import type { MapData } from '../../shared/contracts/output';
import type { BinTransform } from './map-layout';
import { gridOf, isBlank } from './map-values';

/** One path over the bins without a value, runs along a row joined, in pixels. Empty when there are none. */
export function buildBlankPath(map: MapData, t: BinTransform): string {
  const { nx, ny } = gridOf(map);
  const parts: string[] = [];
  for (let iy = 0; iy < ny; iy++) {
    for (let ix = 0; ix < nx; ix++) {
      if (!isBlank(map, iy * nx + ix)) continue;
      const from = ix;
      while (ix + 1 < nx && isBlank(map, iy * nx + ix + 1)) ix++;
      const [x0, y0] = [t.tx + t.sx * from, t.ty + t.sy * iy];
      parts.push(`M${x0} ${y0}h${t.sx * (ix + 1 - from)}v${t.sy}H${x0}Z`);
    }
  }
  return parts.join('');
}

/** Distance between hatch lines in CSS pixels, the same on SVG and canvas. */
export const HATCH_PX = 5;

/** Draws 45 degree lines over the whole canvas, `ratio` device pixels to a CSS pixel. */
export function drawHatch(context: CanvasRenderingContext2D, colour: string, ratio: number): void {
  const { width, height } = context.canvas;
  const pitch = HATCH_PX * ratio;
  context.strokeStyle = colour;
  context.lineWidth = ratio;
  context.beginPath();
  for (let x = -height; x < width; x += pitch) {
    context.moveTo(x, 0);
    context.lineTo(x + height, height);
  }
  context.stroke();
}
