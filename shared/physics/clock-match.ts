import { type CoarseSearch, findCoarseMatch } from './clock-coarse';
import { fitLine, type LineFit, type LinePoint } from './clock-line';
import { fitDelayPeak } from './clock-peak';
import type { Estimate } from './estimate';

/** Clicks of one clock, in ps since its first. */
export interface ClockFile {
  spanPs: number;
  /** Sorted clicks of [from, to), clipped to the file. */
  read(fromPs: number, toPs: number): Promise<Float64Array>;
}

export interface ClockMatch {
  /** main = companion + offset + drift * (companion - referencePs), in ps since the first click of either. */
  offset: Estimate;
  drift: Estimate;
  referencePs: number;
  /** Covariance of offset and drift, in ps. */
  covariance: number;
  /** Significance of the coarse peak and what it had to pass. */
  z: number;
  threshold: number;
  /** Stretches looked at, and those in which the peak stood out. */
  stretches: number;
  found: number;
  /** What the straight line leaves, in ps, and its chi-squared over the degrees of freedom. */
  residualPs: number;
  chi2PerDof: number;
  /** Sigma of the coincidence peak once the clocks are matched. */
  peakSigmaPs: number;
}

const secondPs = 1e12;
/** Clocks that were set and are good first, then those that are neither; each with the stretch correlated. */
export const clockSearches: readonly (CoarseSearch & { spanPs: number })[] = [
  { rangePs: 0.5 * secondPs, spanPs: 2 * secondPs, mostDrift: 2e-5, size: 2 ** 20 },
  { rangePs: 5 * secondPs, spanPs: 5 * secondPs, mostDrift: 1.2e-4, size: 2 ** 21 },
];
/** Clicks a side in the coarse correlation, and in every stretch of the fine one. */
const mostCoarse = 4e6;
const mostFine = 3e5;
/** Change of the rate of a clock over the run that the search for the peak still follows. */
const wander = 1e-8;
const growth = 8;
/** The whole run is gone through again while the last rate smeared its peaks by more than this share of their width. */
const mostSmear = 0.2;
const mostPasses = 4;
/** Stretches of a part of the run, then fewer where they hold too few pairs; the whole run is first cut finer. */
const partStretches = [8, 4];
const wholeStretches = [32, 8, 4];

interface State {
  offset: number;
  drift: number;
  reference: number;
}

/**
 * Matches two free-running clocks: t_main = t_companion + o + u (t_companion - ref).
 * Coarse: `findCoarseMatch` over some seconds in the middle of what overlaps, about each of `guesses` (main less
 * companion, ps since the first clicks). Fine: the delay peak in stretches, a weighted line of its centre against time,
 * over ever longer parts of the run until all of it is used, so that the growing lever never loses the peak. Errors are
 * those of the line, enlarged by sqrt(chi^2/dof) where a line is not all there is.
 * Method of Ho, Lamas-Linares & Kurtsiefer, New J. Phys. 11, 045011 (2009), from memory. A pulsed source gives a comb
 * of peaks and may be matched a whole number of pulse periods off.
 * Null when no peak stands out anywhere: then there is no number to give.
 */
export async function matchClocks(
  main: ClockFile,
  companion: ClockFile,
  guesses: readonly number[],
  searches = clockSearches,
): Promise<ClockMatch | null> {
  for (const search of searches) {
    for (const guess of guesses) {
      const coarse = await findCoarse(main, companion, guess, search);
      if (coarse === null) continue;
      const match = await refine(main, companion, coarse);
      if (match !== null) return match;
    }
  }
  return null;
}

interface Coarse {
  state: State;
  binPs: number;
  spanPs: number;
  ratePerPs: number;
  z: number;
  threshold: number;
}

async function findCoarse(
  main: ClockFile,
  companion: ClockFile,
  guess: number,
  search: CoarseSearch & { spanPs: number },
): Promise<Coarse | null> {
  const { rangePs } = search;
  const low = Math.max(0, guess);
  const high = Math.min(main.spanPs, companion.spanPs + guess);
  if (!(high > low)) return null;
  const middle = (low + high) / 2;
  let spanPs = Math.min(search.spanPs, high - low);
  let mainPs = await main.read(middle - spanPs / 2, middle + spanPs / 2);
  if (mainPs.length > mostCoarse) {
    spanPs *= mostCoarse / mainPs.length;
    mainPs = await main.read(middle - spanPs / 2, middle + spanPs / 2);
  }
  const [fromPs, toPs] = [middle - spanPs / 2, middle + spanPs / 2];
  const companionPs = (await companion.read(fromPs - guess - rangePs, toPs - guess + rangePs)).map(
    (ps) => ps + guess,
  );
  const found = findCoarseMatch({ mainPs, companionPs, fromPs, toPs }, search);
  if (found === null) return null;
  const offset = guess + found.offsetPs;
  return {
    state: { offset, drift: found.drift, reference: middle - offset },
    binPs: found.binPs,
    spanPs,
    ratePerPs: Math.max(mainPs.length / spanPs, companionPs.length / (spanPs + 2 * rangePs)),
    z: found.z,
    threshold: found.threshold,
  };
}

async function refine(main: ClockFile, companion: ClockFile, coarse: Coarse): Promise<ClockMatch | null> {
  let { state } = coarse;
  let reach = 4 * coarse.binPs;
  let spanPs = coarse.spanPs;
  let wholePasses = 0;
  for (;;) {
    const low = Math.max(0, -state.offset, state.reference - spanPs / 2);
    const high = Math.min(companion.spanPs, main.spanPs - state.offset, state.reference + spanPs / 2);
    const wholePs = 2 * Math.max(companion.spanPs, main.spanPs);
    const isWhole = spanPs >= wholePs;
    if (!(high > low)) return null;
    const part = { low, high, reach, rate: coarse.ratePerPs };
    let found: Measured | null = null;
    for (const stretches of isWhole ? wholeStretches : partStretches) {
      found = await measure(main, companion, state, { ...part, stretches });
      if (found !== null) break;
    }
    const line = found === null ? null : fitLine(found.points);
    if (found === null || line === null) return null;
    state = {
      ...state,
      offset: state.offset + line.value,
      drift: state.drift + line.slope,
    };
    if (isWhole) wholePasses += 1;
    const smearPs = Math.abs(line.slope) * found.lengthPs;
    const isSharp = smearPs < mostSmear * found.peakSigmaPs;
    if (isWhole && (isSharp || wholePasses === mostPasses)) return finish(state, line, found, coarse);
    spanPs = Math.min(wholePs, spanPs * growth);
    const scale = Math.sqrt(Math.max(1, line.chi2PerDof));
    const error = Math.sqrt(line.valueVariance) + (Math.sqrt(line.slopeVariance) * spanPs) / 2;
    reach = 5 * scale * error + 12 * found.peakSigmaPs + wander * Math.min(spanPs, companion.spanPs);
  }
}

interface Measured {
  stretches: number;
  /** Of one stretch. */
  lengthPs: number;
  points: LinePoint[];
  peakSigmaPs: number;
}

/** The peak in stretches of [low, high) against the state; null when fewer than three, or fewer than half, show it. */
async function measure(
  main: ClockFile,
  companion: ClockFile,
  { offset, drift, reference }: State,
  part: { low: number; high: number; stretches: number; reach: number; rate: number },
): Promise<Measured | null> {
  const { low, high, stretches, reach, rate } = part;
  const slot = (high - low) / stretches;
  const length = Math.min(slot, mostFine / rate);
  const points: LinePoint[] = [];
  const sigmas: number[] = [];
  for (let k = 0; k < stretches; k += 1) {
    const from = low + k * slot + (slot - length) / 2;
    const mapped = (ps: number): number => ps + offset + drift * (ps - reference);
    const b = (await companion.read(from, from + length)).map(mapped);
    const a = await main.read(mapped(from) - reach, mapped(from + length) + reach);
    const peak = fitDelayPeak(a, b, reach);
    if (peak === null) continue;
    points.push({ x: from + length / 2 - reference, y: peak.centre, sigma: peak.centreError });
    sigmas.push(peak.sigma);
  }
  if (points.length < Math.max(3, stretches / 2)) return null;
  sigmas.sort((x, y) => x - y);
  return { stretches, lengthPs: length, points, peakSigmaPs: sigmas[sigmas.length >> 1]! };
}

function finish(state: State, line: LineFit, found: Measured, coarse: Coarse): ClockMatch {
  const scale = Math.max(1, line.chi2PerDof);
  return {
    offset: { value: state.offset, sigma: Math.sqrt(scale * line.valueVariance) },
    drift: { value: state.drift, sigma: Math.sqrt(scale * line.slopeVariance) },
    referencePs: state.reference,
    covariance: scale * line.covariance,
    z: coarse.z,
    threshold: coarse.threshold,
    stretches: found.stretches,
    found: found.points.length,
    residualPs: line.residual,
    chi2PerDof: line.chi2PerDof,
    peakSigmaPs: found.peakSigmaPs,
  };
}

/**
 * The match about the zeros of both clocks: t_main = t_companion (1 + drift) + offset, first clicks at `mainFirstPs` and
 * `companionFirstPs`. The error of the offset is that of the line carried to the companion's zero.
 */
export function offsetAtZero(match: ClockMatch, mainFirstPs: number, companionFirstPs: number): Estimate {
  const lever = match.referencePs + companionFirstPs;
  const value = mainFirstPs - companionFirstPs + match.offset.value - match.drift.value * lever;
  const variance = match.offset.sigma ** 2 + (lever * match.drift.sigma) ** 2 - 2 * lever * match.covariance;
  return { value, sigma: Math.sqrt(Math.max(0, variance)) };
}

------

• _PROBLEM STATEMENT_: Please go over the data above and copy each line with "finish" in it.

• _RESPONSE_:
    if (isWhole && (isSharp || wholePasses === mostPasses)) return finish(state, line, found, coarse);
function finish(state: State, line: LineFit, found: Measured, coarse: Coarse): ClockMatch {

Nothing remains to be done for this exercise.